Learning Vector Quantization (LVQ)

**One disadvantage of K-Nearest Neighbors is the need to keep the entire training dataset. **

The Learning Vector Quantization algorithm (or LVQ for short) is an artificial neural network algorithm that allows to select the number of training instances to be pegged and to know exactly how these instances look.


The representation of an LVQ is a collection of codebook vectors. These are chosen randomly at the beginning and are suitable to best summarize the training dataset over multiple iterations of the learning algorithm. After learning, the codebook vectors can be used like K-Nearest Neighbors to make predictions. The most similar neighbors (best matching codebook vectors) are found by calculating the distance between each codebook vector and a new data instance. The class value or (actual value in the case of regression) of the best matching unit is then returned as a prediction.
The best results are obtained if the data is rescaled to have the same range, e.g. between 0 and 1.

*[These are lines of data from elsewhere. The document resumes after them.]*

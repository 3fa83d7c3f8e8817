"""Samples as averages over soil: point, listed cores, sample zone; mixed as they come.

Model (regularisation, Journel & Huijbregts 1978, ch. II): the composite of sample i is the mean of
the structured part over its support plus noise. Between samples the covariance is the mean
correlation of all pairs of points. A zone composite of k cores at random places has the extra
variance (1 - mean correlation within the zone) / k; cores at known places are just averaged.
"""

from __future__ import annotations

from collections.abc import Sequence
from dataclasses import dataclass

import numpy as np

from schorl.geostat.covariance import correlation_in_place, distances, stretched
from schorl.model.arrays import Counts, Floats
from schorl.model.variogram import Support, Variogram


@dataclass(frozen=True, eq=False, kw_only=True)
class Layout:
    """All support points of a sample set, flattened.

    ``points_m`` ``(p, 2)`` relative to ``about_m``; ``starts`` ``(n,)`` where each sample's points
    begin; ``counts`` ``(n,)`` how many it has; ``is_zone`` ``(n,)``; ``cores`` ``(n,)``.
    """

    points_m: Floats
    about_m: Floats
    starts: Counts
    counts: Counts
    is_zone: np.ndarray
    cores: Floats

    @property
    def all_points(self) -> bool:
        """Whether every sample is a point."""
        return len(self.points_m) == len(self.starts)

    @property
    def equal_cores(self) -> bool:
        """Whether all composites have the same number of cores, so that noises are equal."""
        return bool((self.cores == self.cores[0]).all())

    def averaged(self, rows: Floats) -> Floats:
        """Mean over each sample's points along the first axis: ``(p, ...)`` to ``(n, ...)``."""
        if self.all_points:
            return rows
        sums = np.add.reduceat(rows, self.starts, axis=0)
        return sums / self.counts.reshape(-1, *([1] * (rows.ndim - 1)))

    def turned(self, variogram: Variogram) -> Layout:
        """The layout in the plane where this variogram is isotropic."""
        if variogram.stretch == 1.0:
            return self
        points = stretched(
            self.points_m,
            stretch=variogram.stretch,
            stretch_deg=variogram.stretch_deg,
            about_m=np.zeros(2),
        )
        return Layout(
            points_m=points,
            about_m=self.about_m,
            starts=self.starts,
            counts=self.counts,
            is_zone=self.is_zone,
            cores=self.cores,
        )


def layout_of(east_north_m: Floats, support: Sequence[Support] | None) -> Layout:
    """Flatten samples and their supports.

    Parameters
    ----------
    east_north_m
        Sample places, shape ``(n, 2)``, metres; used where ``support`` is None.
    support
        One ``Support`` a sample, or None for points of equal cores.

    Raises
    ------
    ValueError
        Where shapes do not fit.
    """
    places = np.asarray(east_north_m, dtype=np.float64)
    if places.ndim != 2 or places.shape[1] != 2:
        raise ValueError(f"east_north_m must have shape (n, 2), not {places.shape}")
    about = places.mean(axis=0) if len(places) else np.zeros(2)
    if support is None:
        count = len(places)
        return Layout(
            points_m=places - about,
            about_m=about,
            starts=np.arange(count),
            counts=np.ones(count, dtype=np.intp),
            is_zone=np.zeros(count, dtype=bool),
            cores=np.ones(count),
        )
    if len(support) != len(places):
        raise ValueError(f"{len(support)} supports for {len(places)} samples")
    counts = np.array([len(one.points_m) for one in support], dtype=np.intp)
    return Layout(
        points_m=np.concatenate([one.points_m for one in support]) - about,
        about_m=about,
        starts=np.concatenate([[0], np.cumsum(counts)[:-1]]).astype(np.intp),
        counts=counts,
        is_zone=np.array([one.kind == "zone" for one in support]),
        cores=np.array([float(one.cores) for one in support]),
    )


def structured_matrix(
    layout: Layout, family: str, practical_range_m: float, *, gaps_m: Floats | None = None
) -> Floats:
    """Correlation between samples ``(n, n)``, core scatter of zones on the diagonal.

    Multiplied by the partial sill it is the structured part of the data covariance. A zone's mean
    correlation with itself leaves pairs of a point with itself out. ``gaps_m`` are the distances
    between all support points where they are at hand.
    """
    gap = distances(layout.points_m, layout.points_m) if gaps_m is None else gaps_m.copy()
    between = correlation_in_place(gap, family, practical_range_m)
    if layout.all_points:
        return between
    matrix = layout.averaged(layout.averaged(between).T)
    matrix = 0.5 * (matrix + matrix.T)
    within = _within(layout, matrix)
    zone = layout.is_zone
    diagonal = np.diag(matrix).copy()
    diagonal[zone] = (within + (1.0 - within) / layout.cores)[zone]
    np.fill_diagonal(matrix, diagonal)
    return matrix


def _within(layout: Layout, matrix: Floats) -> Floats:
    """Mean correlation within each support without a point's pair with itself; 1 for points."""
    count = layout.counts.astype(np.float64)
    diagonal = np.diag(matrix)
    other_pairs = np.where(count > 1, count * (count - 1.0), 1.0)
    within = (diagonal * count**2 - count) / other_pairs
    return np.where(count > 1, within, 1.0)


def noise_of(layout: Layout, *, nugget: float, lab_variance: float) -> Floats:
    """Noise variance of each sample ``(n,)``: laboratory plus short-range variation over cores."""
    median_cores = float(np.median(layout.cores))
    lab = min(lab_variance, nugget)
    return np.asarray(lab + (nugget - lab) * median_cores / layout.cores)


def data_covariance(layout: Layout, variogram: Variogram) -> Floats:
    """Covariance of the data ``(n, n)``: structured part plus noise on the diagonal."""
    turned = layout.turned(variogram)
    matrix = variogram.partial_sill * structured_matrix(
        turned, variogram.family, variogram.practical_range_m
    )
    noise = noise_of(layout, nugget=variogram.nugget, lab_variance=variogram.lab_variance)
    matrix[np.diag_indices_from(matrix)] += noise
    return matrix


def log_mean_shift(layout: Layout, variogram: Variogram) -> Floats:
    """Half the variance lost by averaging, ``(n,)``: log of a mean over the mean of logs.

    For a lognormal property the logarithm of a composite lies above the composite of logarithms by
    about half the dispersion variance within the support (permanence of lognormality).
    """
    if layout.all_points:
        return np.zeros(len(layout.starts))
    turned = layout.turned(variogram)
    between = correlation_in_place(
        distances(turned.points_m, turned.points_m), variogram.family, variogram.practical_range_m
    )
    matrix = layout.averaged(layout.averaged(between).T)
    within = np.where(layout.is_zone, _within(layout, matrix), np.diag(matrix))
    return 0.5 * variogram.partial_sill * np.clip(1.0 - within, 0.0, 1.0)
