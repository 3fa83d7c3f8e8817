"""Threads of our own over fixed chunks; BLAS and OpenMP held to one thread.

The bytes of a result then depend neither on the number of cores nor on how BLAS splits its work.
"""

from __future__ import annotations

import os
import threading
from collections.abc import Callable, Iterator, Sequence
from concurrent.futures import ThreadPoolExecutor
from contextlib import contextmanager
from typing import TypeVar

import numpy as np

from schorl.model.arrays import Floats

Part = TypeVar("Part")
MOST_THREADS = 8


def thread_count() -> int:
    """Threads to use: SCHORL_THREADS where set, else the cores, at most eight."""
    asked = os.environ.get("SCHORL_THREADS", "")
    if asked.isdigit() and int(asked) > 0:
        return int(asked)
    return max(1, min(os.cpu_count() or 1, MOST_THREADS))


@contextmanager
def one_blas_thread() -> Iterator[None]:
    """Hold BLAS and OpenMP to one thread inside the block."""
    from threadpoolctl import threadpool_limits

    with threadpool_limits(limits=1):
        yield


def for_each(parts: Sequence[Part], work: Callable[[Part], None]) -> None:
    """Run ``work`` for each part; parts write to places of their own, so order does not matter."""
    count = thread_count()
    if count == 1 or len(parts) < 2:
        for part in parts:
            work(part)
        return
    with ThreadPoolExecutor(max_workers=count) as pool:
        for _ in pool.map(work, parts):
            pass


class Room(threading.local):
    """Arrays that each thread uses again and again.

    A fresh array of some megabytes is handed out by the system page by page, which takes longer
    than the sums done in it.
    """

    def __init__(self) -> None:
        self._kept: dict[str, Floats] = {}

    def array(self, name: str, shape: tuple[int, int]) -> Floats:
        """The thread's array of this name, as large as asked; it holds whatever it held."""
        size = shape[0] * shape[1]
        kept = self._kept.get(name)
        if kept is None or kept.size < size:
            kept = self._kept[name] = np.empty(size)
        return kept[:size].reshape(shape)
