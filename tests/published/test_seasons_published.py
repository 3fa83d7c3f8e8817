"""Season statistics against open data and reference libraries.

Cook East: total organic carbon and pH at 183 points in 1998, 2008 and 2015 (USDA-ARS, CC0 1.0);
its paired figures were made with R 4.2.2 (tests/reference). Raw data may lie beside the checkout.
LimeSoDa: fields BB.51 (2017) and BB.250 (2020) overlap (CC BY-SA 4.0, loaded from its package).
Lin's concordance: Lin 1989, Biometrics 45:255-268.
"""

from __future__ import annotations

from datetime import date

import numpy as np
import pandas as pd
import pytest
from scipy import stats

from schorl.steps.season_sites import site_pairs
from schorl.steps.season_tests import (
    concordance,
    field_shift,
    holm,
    least_detectable,
    new_sites_change,
    paired_change,
)
from support.data import REFERENCE, lime_soda
from support.seasons import sample_set


def cook(datasets, column, first, second):
    table = pd.read_csv(datasets / "cook_east_soil_0_10cm_wide.csv")
    both = table[[f"{column}_{first}", f"{column}_{second}"]].dropna()
    return both.iloc[:, 0].to_numpy(float), both.iloc[:, 1].to_numpy(float)


@pytest.mark.parametrize(
    ("row", "column", "years", "warns"),
    [
        ("toc 1998-2008", "toc_pct", (1998, 2008), True),
        ("toc 2008-2015", "toc_pct", (2008, 2015), True),
        ("toc 1998-2015", "toc_pct", (1998, 2015), False),
        ("pH 1998-2015", "pH", (1998, 2015), False),
    ],
)
def test_cook_east_shift_and_warning(datasets, row, column, years, warns):
    known = pd.read_csv(REFERENCE / "cook_paired_change.csv", index_col="pair").loc[row]
    before, after = cook(datasets, column, *years)
    shift = field_shift(before, after, paired=True)
    assert shift.sites == known["n"]
    for ours, theirs in (
        (shift.mean, "mean_change"), (shift.low, "ci_low"), (shift.high, "ci_high"),
        (shift.correlation, "pearson"), (shift.concordance, "lin_ccc"),
    ):  # fmt: skip
        assert ours == pytest.approx(known[theirs], rel=1e-6)
    assert bool(shift.warning) is warns


def test_cook_east_shift_in_words_of_the_earlier_year(datasets):
    """The campaign of 2008 went up by 83 % and more than 4 SDs of 1998; 2015 by 9 %, half an SD."""
    jump = field_shift(*cook(datasets, "toc_pct", 1998, 2008), paired=True)
    assert (round(jump.relative, 2), jump.in_sd > 4) == (0.83, True)
    still = field_shift(*cook(datasets, "toc_pct", 1998, 2015), paired=True)
    assert (round(still.relative, 2), round(still.in_sd, 1)) == (0.09, 0.5)


def test_fields_that_overlap_share_sites():
    first, table = lime_soda("BB.51")
    second, later = lime_soda("BB.250")
    before = sample_set(first, table["Clay_target"], on=date(2017, 9, 1))
    after = sample_set(second, later["Clay_target"], on=date(2020, 9, 1))
    pairs = site_pairs(before, after, same_place_m=30.0)
    gap = np.linalg.norm(first[pairs.before] - second[pairs.after], axis=1)
    assert gap.max() <= 30.0
    assert len(set(pairs.before)) == len(set(pairs.after)) == len(pairs)
    assert 25 <= len(pairs) <= 27  # 25 are each other's nearest, 36 pairs are near enough
    assert np.corrcoef(pairs.before_mg_kg, pairs.after_mg_kg)[0, 1] > 0.5


@pytest.mark.parametrize("seed", range(5))
def test_tests_agree_with_scipy(seed):
    random = np.random.default_rng(seed)
    before, after = random.normal(0.6, 0.15, 12), random.normal(0.7, 0.2, 12)
    ours = paired_change(after - before)
    theirs = stats.ttest_rel(after, before)
    held = theirs.confidence_interval(0.95)
    assert (ours.p, ours.low, ours.high) == pytest.approx((theirs.pvalue, held.low, held.high))
    other = random.normal(0.7, 0.2, 7)
    ours = new_sites_change(before, other)
    theirs = stats.ttest_ind(other, before, equal_var=False)
    held = theirs.confidence_interval(0.95)
    assert (ours.p, ours.low, ours.high) == pytest.approx((theirs.pvalue, held.low, held.high))


def test_holm_by_hand():
    """0.005 x 4, 0.01 x 3, 0.03 x 2, 0.04 x 1, never falling: what R's p.adjust gives too."""
    assert holm([0.01, 0.04, 0.03, 0.005]) == pytest.approx([0.03, 0.06, 0.06, 0.02])


def test_concordance_by_hand():
    """Equal values 1; a constant shift lowers it, a correlation does not see it."""
    values = np.array([1.0, 2.0, 3.0, 4.0])
    assert concordance(values, values) == 1.0
    # 2 x 1.25 / (1.25 + 1.25 + 1): half a step of shift squared in the denominator
    assert concordance(values, values + 1.0) == pytest.approx(2.5 / 3.5)


def test_least_detectable_change_as_power_has_it():
    """Normal law: a change of that size is found four times in five at 5 %."""
    error = 0.05
    change = least_detectable(error)
    power = stats.norm.sf(stats.norm.ppf(0.975) - change / error)
    assert power == pytest.approx(0.80, abs=1e-9)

If you find that KNN provides good results on your dataset, try using LVQ to reduce the memory requirements for storing the entire training dataset.

Support Vector Machines (SVM)

Support Vector Machines are probably one of the most popular and talked about machine learning algorithms.

Hyperplanes are lines that divide the space of input variables.

In SVM, a hyperplane is chosen to best separate the points in the space of input variables by their class (class 0 or class 1). In two dimensions, you can visualize this as a line, assuming that all of our input points can be completely separated by this line.The SVM learning algorithm finds the coefficients that lead to the best separation of classes by hyperplanes.


The distance between the **hyperplane and the nearest data point is called the margin.
The best or optimal hyperplane that can separate these two classes is the line with the largest margin. **

Only these points are relevant for defining hyperplanes and constructing classifiers. These points are called support vectors. They support or define the hyperplane. In practice, optimization algorithms are used to find the value of the coefficient that maximizes the margins.